* [TO DO] The answer should consist of each line from the data below that includes "pass".

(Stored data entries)
Segment Open

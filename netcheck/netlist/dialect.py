"""The line-level pre-pass: the dialect of netlists engineers already have, made plain.

Before the card grammar parses a file, one pass over its lines (cheap string tests per
line, work only on the lines that need it) takes off what belongs to other analyses and
reads the dot-cards whose arguments the card grammar does not take:

* ignored, one note per kind per file (netlist-155): analysis, output and option cards
  (:data:`IGNORED`) whatever their arguments, ``.control … .endc`` blocks whole;
  transient source functions on V and I cards (netlist-156; the AC part is used);
* comments: whole-line ``;``, inline ``$`` and ``//`` after white space;
* read here and handed on as statements: ``.param`` (braces optional, several
  assignments, continuation lines), ``.func``, ``.global``, ``.include``/``.inc``,
  ``.lib FILE [SECTION]`` and ``.lib SECTION … .endl`` sections; the first ``.ac`` card
  (or ``ac`` command of a control block) is recorded as the netlist's own sweep;
* refused precisely (netlist-120): LAPLACE, FREQ, TABLE, B cards not ``V={…}``/``I={…}``
  (refusals.py), placeholders, other ``(`` on element cards. POLY cards lose their
  brackets and commas (columns kept); ``VALUE={…}``, ``V={…}``, ``I={…}`` stay whole.

Ignored lines are blanked, never removed, so every line and column stays where it is
in the file. Unknown directives are still warned about (netlist-150).
"""

from __future__ import annotations

import re
from dataclasses import dataclass, field

from ..exceptions import CODES, Diagnostic, NetlistSyntaxError
from .card_forms import card_form_edits
from .line_text import has_endl, has_function, lines_to_visit, strip_comment
from .refusals import REFUSED_CODE, behavioural_refusal, device_advice
from .source import SourceFile, Span, printable, quoted
from .syntax import AcCard, Assign, Directive, Field, FuncDef
from .units import UnitError, parse_quantity

__all__ = ["IGNORED", "SOURCE_FUNCTIONS", "Prepared", "prepare"]

#: Dot-cards of other analyses, outputs and options: read, ignored, one note per kind.
IGNORED = {
    "tran": "transient analysis", "op": "operating-point analysis", "dc": "DC sweep",
    "noise": "noise analysis", "four": "Fourier analysis", "print": "output",
    "plot": "output", "probe": "output", "save": "output", "meas": "measurement",
    "measure": "measurement", "options": "simulator option", "option": "simulator option",
    "opt": "simulator option", "temp": "temperature", "ic": "initial condition",
    "nodeset": "initial guess", "width": "output width", "backanno": "schematic back-annotation",
    "net": "two-port output", "step": "parameter stepping", "sens": "sensitivity analysis",
    "tf": "transfer-function analysis", "pz": "pole-zero analysis",
    "disto": "distortion analysis", "graph": "output", "lin": "output", "wrdata": "output",
    "fft": "output", "mc": "Monte Carlo run", "wc": "worst-case run", "sp": "S-parameter analysis",
    "hb": "harmonic-balance analysis", "pss": "periodic analysis", "data": "data table",
    "loadbias": "bias file", "savebias": "bias file", "csparam": "output",
    "ferret": "file download", "keep": "output", "savecurrents": "output",
}
#: Transient source functions: ignored on V and I cards, with or without parentheses.
SOURCE_FUNCTIONS = frozenset({"sin", "sine", "pulse", "pwl", "exp", "sffm", "am",
                              "trnoise", "trrandom"})
#: Directives read here (their arguments are not plain fields).
_READ_HERE = frozenset({"param", "func", "global", "include", "inc", "lib", "endl", "ac",
                        "control", "endc"})
#: Directives that would change the circuit in a way netcheck does not follow: refused.
_CHANGES_CIRCUIT = {
    **dict.fromkeys(("if", "elseif", "else", "endif"),
                    "a conditional netlist: netcheck does not evaluate the conditions and "
                    "would read every branch; keep the branch you mean (or make the choice "
                    "a .param and the variants of a spec)"),
    "alter": "the cards after .alter change the circuit for a second run; netcheck reads "
             "one circuit: check each version as its own netlist, or as variants of a spec",
}
#: Directives left to the card grammar.
_GRAMMAR = frozenset({"subckt", "ends", "model", "title", "end"})

_TOKEN = re.compile(r"""\{[^{}\n]*\}|"[^"\n]*"|'[^'\n]*'|[=(),]|;.*|[^\s=(),{}"';]+""")
_DIRECTIVE = re.compile(r"\.([A-Za-z][A-Za-z0-9_]*)")
_BEHAVIOURAL = re.compile(r"(?i)\b(laplace|freq|table|value|poly)\b")
_PLACEHOLDER = re.compile(r"^(#[^#\s]+#|<[^<>\s]+>)$")
_NAME = re.compile(r"[A-Za-z_][A-Za-z0-9_]*$")


@dataclass
class Prepared:
    """What the pre-pass made of one file."""

    text: str
    statements: list = field(default_factory=list)
    diags: list = field(default_factory=list)
    ac: AcCard | None = None
    #: the first ``.temp`` card's temperature, °C (None: none)
    temp_c: float | None = None
    #: the section asked for was found (``.lib FILE SECTION``)
    found_section: bool = False
    #: the section heads (``.lib SECTION``) of the file, each its name as a Field
    sections: list = field(default_factory=list)
    #: the fields the pre-pass read into statements (counted in the token budget)
    tokens: int = 0


@dataclass
class _Tok:
    text: str
    line: int   # 0-based index into the lines
    col: int    # 0-based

Segment Closed

* [SOLVED EXERCISE]
"""The line-level pre-pass: the dialect of netlists engineers already have, made plain.
Before the card grammar parses a file, one pass over its lines (cheap string tests per
    """What the pre-pass made of one file."""
    #: the fields the pre-pass read into statements (counted in the token budget)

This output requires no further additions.